### Assignment
Scan the records below. List lines holding "return".

(Records for the task)

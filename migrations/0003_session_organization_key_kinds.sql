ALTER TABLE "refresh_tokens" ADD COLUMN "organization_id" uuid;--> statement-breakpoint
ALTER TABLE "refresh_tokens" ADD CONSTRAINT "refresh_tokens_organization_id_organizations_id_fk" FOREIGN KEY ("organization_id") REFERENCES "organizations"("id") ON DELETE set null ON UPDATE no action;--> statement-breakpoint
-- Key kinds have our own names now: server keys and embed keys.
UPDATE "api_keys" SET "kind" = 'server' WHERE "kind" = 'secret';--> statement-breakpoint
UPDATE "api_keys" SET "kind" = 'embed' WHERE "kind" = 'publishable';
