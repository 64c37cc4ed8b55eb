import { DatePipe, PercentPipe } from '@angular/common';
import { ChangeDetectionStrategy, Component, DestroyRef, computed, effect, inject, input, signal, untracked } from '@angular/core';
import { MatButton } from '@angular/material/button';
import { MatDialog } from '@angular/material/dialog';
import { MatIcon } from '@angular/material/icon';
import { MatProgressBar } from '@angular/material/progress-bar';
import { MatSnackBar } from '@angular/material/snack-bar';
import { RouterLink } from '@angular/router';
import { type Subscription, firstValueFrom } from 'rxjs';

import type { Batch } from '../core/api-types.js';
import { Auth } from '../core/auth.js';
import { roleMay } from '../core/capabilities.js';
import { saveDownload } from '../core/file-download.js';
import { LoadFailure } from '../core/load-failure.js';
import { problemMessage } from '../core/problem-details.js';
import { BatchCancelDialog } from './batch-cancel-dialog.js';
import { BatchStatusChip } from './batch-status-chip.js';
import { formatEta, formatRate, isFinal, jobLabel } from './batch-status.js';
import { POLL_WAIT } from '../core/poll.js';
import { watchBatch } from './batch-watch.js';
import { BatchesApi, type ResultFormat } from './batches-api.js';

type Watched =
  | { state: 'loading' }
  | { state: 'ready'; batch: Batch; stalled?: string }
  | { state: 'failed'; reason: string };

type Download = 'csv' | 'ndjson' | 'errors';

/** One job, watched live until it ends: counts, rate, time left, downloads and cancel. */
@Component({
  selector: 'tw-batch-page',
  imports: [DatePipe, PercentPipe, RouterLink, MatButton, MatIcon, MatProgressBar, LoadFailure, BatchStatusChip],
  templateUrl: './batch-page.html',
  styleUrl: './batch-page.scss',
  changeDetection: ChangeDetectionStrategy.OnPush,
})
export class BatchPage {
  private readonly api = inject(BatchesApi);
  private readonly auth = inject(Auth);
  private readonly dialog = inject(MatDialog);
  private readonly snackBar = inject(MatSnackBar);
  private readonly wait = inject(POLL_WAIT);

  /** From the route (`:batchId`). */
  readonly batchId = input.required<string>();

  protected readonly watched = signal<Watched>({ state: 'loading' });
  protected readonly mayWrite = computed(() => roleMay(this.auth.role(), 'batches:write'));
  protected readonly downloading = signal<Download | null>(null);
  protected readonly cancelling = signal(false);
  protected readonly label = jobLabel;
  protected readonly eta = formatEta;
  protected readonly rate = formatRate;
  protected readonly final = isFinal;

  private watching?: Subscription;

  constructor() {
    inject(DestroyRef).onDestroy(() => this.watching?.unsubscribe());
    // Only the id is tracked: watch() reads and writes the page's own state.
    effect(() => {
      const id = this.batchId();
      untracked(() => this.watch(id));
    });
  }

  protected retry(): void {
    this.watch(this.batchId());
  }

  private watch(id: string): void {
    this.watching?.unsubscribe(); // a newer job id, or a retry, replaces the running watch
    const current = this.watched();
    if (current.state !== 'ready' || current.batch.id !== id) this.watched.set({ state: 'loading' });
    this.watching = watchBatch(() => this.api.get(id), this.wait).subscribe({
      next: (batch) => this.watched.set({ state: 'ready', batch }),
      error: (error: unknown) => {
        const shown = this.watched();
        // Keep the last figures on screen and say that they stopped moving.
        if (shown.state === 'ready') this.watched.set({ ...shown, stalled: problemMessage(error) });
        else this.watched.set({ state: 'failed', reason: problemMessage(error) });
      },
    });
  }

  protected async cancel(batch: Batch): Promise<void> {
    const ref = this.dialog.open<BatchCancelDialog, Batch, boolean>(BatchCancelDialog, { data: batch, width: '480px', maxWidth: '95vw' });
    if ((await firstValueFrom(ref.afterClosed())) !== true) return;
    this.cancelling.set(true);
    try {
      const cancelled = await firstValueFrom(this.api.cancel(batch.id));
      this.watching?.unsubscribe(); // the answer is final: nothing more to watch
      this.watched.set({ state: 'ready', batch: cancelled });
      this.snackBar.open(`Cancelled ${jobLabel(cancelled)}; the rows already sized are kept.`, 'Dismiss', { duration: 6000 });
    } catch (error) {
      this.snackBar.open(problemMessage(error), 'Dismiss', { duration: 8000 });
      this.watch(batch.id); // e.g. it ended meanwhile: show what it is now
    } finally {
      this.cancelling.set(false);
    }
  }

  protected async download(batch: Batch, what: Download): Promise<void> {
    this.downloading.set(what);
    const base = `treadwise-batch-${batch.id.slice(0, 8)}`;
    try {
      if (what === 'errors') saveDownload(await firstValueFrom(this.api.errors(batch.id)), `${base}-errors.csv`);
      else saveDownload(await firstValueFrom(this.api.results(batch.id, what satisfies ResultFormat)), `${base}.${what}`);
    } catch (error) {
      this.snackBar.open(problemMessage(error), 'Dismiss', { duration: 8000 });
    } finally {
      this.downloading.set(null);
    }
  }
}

(End Records for the task)
(Records for the task)

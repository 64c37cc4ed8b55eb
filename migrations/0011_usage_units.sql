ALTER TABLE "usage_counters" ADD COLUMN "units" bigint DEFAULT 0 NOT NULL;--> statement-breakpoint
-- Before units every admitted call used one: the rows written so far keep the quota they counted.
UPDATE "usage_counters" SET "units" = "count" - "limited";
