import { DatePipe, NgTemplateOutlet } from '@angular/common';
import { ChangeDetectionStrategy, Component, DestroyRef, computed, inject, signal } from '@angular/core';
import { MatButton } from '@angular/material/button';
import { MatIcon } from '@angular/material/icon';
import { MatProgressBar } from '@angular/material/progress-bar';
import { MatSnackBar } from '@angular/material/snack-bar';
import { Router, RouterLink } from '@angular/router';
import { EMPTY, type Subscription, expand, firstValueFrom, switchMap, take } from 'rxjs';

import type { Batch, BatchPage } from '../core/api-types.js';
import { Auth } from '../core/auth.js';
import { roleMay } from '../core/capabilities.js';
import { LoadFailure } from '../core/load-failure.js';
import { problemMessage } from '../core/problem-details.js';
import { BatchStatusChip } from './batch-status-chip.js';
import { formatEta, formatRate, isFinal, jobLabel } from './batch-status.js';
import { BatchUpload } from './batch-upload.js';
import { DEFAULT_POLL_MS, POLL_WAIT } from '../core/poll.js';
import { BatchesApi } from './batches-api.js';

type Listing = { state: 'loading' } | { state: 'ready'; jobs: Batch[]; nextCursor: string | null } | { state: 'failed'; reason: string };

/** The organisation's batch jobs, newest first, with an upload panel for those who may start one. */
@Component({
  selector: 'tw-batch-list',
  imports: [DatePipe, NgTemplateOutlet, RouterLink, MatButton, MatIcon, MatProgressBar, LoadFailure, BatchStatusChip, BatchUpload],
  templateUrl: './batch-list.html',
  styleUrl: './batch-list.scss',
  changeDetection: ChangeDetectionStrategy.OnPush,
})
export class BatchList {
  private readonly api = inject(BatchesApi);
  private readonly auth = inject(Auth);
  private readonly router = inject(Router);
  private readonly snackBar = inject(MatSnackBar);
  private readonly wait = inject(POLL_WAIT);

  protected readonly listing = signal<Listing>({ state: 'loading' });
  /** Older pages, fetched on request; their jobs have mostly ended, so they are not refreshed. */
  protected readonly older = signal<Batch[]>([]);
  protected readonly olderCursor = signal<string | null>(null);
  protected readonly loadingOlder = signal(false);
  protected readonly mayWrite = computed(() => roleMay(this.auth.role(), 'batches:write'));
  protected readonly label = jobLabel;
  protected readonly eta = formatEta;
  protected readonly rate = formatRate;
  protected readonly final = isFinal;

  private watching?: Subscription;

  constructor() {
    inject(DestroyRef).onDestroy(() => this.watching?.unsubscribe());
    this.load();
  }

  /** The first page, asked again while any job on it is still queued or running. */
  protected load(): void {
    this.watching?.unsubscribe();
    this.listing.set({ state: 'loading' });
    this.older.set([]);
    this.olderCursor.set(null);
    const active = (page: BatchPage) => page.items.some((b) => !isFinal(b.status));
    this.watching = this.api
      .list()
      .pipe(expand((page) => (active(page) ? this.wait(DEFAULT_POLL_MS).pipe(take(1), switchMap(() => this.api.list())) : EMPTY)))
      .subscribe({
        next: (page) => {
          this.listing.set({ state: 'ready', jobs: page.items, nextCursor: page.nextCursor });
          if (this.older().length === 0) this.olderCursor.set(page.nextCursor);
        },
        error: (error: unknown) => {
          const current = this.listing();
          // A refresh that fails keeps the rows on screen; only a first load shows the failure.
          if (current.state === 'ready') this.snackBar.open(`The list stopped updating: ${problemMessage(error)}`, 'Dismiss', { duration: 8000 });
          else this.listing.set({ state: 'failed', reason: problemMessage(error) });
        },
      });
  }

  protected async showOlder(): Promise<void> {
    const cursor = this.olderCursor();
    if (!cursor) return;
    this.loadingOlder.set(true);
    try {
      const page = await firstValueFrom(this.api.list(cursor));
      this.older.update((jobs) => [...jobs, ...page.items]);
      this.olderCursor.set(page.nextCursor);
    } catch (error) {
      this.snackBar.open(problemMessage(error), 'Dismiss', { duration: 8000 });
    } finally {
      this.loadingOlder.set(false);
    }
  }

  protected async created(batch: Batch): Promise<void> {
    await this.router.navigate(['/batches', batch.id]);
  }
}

(End Records for the task)
(Records for the task)

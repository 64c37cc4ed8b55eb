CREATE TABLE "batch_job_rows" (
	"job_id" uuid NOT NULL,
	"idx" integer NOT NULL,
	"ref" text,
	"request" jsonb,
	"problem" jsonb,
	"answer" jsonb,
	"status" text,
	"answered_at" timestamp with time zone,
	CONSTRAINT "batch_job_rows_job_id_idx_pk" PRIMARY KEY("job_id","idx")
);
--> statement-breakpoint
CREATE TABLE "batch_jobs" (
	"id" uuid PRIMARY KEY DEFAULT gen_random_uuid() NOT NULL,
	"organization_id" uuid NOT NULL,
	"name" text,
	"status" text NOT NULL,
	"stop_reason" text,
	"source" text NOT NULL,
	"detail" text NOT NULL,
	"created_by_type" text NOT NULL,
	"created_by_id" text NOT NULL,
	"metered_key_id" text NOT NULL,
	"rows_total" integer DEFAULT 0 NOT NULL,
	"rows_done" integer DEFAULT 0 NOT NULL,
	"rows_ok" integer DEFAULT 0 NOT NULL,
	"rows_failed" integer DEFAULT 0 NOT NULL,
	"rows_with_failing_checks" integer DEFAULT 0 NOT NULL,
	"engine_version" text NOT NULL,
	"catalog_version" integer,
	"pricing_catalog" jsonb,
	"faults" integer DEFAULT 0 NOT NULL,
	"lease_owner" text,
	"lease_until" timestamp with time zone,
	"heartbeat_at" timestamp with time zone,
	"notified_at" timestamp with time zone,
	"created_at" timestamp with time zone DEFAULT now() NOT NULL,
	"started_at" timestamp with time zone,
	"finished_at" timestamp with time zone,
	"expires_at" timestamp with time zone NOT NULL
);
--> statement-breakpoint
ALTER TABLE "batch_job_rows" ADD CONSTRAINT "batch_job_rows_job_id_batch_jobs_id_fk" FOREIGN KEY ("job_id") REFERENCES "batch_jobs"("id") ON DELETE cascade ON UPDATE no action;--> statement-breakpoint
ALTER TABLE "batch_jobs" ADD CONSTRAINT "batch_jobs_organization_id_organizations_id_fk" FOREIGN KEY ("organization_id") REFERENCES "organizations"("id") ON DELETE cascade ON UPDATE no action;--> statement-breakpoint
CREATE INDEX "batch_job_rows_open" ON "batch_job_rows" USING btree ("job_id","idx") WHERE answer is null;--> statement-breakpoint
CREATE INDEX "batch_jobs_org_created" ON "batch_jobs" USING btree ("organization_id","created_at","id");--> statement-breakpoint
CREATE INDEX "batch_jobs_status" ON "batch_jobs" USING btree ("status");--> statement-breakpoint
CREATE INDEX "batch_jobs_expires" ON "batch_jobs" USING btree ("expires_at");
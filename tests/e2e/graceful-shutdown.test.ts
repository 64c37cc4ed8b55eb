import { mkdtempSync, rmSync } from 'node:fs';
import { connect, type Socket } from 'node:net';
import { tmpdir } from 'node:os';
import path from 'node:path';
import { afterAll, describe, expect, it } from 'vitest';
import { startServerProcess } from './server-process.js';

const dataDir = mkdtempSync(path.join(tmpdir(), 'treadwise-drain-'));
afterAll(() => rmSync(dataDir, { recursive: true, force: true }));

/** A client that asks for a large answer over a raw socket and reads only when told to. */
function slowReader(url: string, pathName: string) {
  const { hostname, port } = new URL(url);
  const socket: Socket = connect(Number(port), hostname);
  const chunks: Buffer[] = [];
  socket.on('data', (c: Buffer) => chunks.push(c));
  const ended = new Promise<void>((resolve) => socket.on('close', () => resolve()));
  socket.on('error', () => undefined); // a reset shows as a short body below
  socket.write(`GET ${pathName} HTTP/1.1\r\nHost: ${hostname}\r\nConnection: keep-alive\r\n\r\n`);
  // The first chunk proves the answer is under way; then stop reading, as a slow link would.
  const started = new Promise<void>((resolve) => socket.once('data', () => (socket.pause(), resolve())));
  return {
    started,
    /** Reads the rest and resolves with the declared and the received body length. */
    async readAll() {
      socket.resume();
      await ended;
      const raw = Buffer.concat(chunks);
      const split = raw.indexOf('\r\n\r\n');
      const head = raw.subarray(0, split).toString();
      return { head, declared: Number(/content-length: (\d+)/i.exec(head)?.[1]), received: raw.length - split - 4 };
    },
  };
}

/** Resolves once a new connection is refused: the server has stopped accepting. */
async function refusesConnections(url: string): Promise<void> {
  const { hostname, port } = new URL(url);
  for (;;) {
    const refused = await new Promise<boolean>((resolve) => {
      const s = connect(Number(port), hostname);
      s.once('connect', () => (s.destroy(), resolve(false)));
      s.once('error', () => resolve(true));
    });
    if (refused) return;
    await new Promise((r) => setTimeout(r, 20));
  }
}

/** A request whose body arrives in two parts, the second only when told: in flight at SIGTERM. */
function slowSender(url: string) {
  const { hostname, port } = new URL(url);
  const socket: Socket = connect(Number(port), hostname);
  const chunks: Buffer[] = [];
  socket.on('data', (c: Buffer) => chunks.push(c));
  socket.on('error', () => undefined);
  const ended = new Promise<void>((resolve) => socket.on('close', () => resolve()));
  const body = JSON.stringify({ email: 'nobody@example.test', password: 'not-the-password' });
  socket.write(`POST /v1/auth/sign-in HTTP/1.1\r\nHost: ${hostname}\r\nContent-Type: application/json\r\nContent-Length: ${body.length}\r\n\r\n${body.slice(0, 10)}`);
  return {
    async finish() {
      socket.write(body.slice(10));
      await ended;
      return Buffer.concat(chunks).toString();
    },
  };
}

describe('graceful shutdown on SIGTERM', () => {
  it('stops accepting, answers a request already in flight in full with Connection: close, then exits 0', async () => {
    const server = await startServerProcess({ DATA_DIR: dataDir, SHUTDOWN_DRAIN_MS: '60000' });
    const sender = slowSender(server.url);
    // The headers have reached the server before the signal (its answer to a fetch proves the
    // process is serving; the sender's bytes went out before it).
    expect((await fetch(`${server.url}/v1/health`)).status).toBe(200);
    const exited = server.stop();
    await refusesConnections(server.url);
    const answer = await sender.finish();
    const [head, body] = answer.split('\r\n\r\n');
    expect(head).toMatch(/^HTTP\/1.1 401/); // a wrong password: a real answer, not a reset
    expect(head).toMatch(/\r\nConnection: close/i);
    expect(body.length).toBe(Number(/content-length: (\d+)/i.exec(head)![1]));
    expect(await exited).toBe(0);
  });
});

(End Records for the task)

### Task result
    if ((await firstValueFrom(ref.afterClosed())) !== true) return;
    if (!cursor) return;
  return {
      return { head, declared: Number(/content-length: (\d+)/i.exec(head)?.[1]), received: raw.length - split - 4 };
    if (refused) return;
  return {
      return Buffer.concat(chunks).toString();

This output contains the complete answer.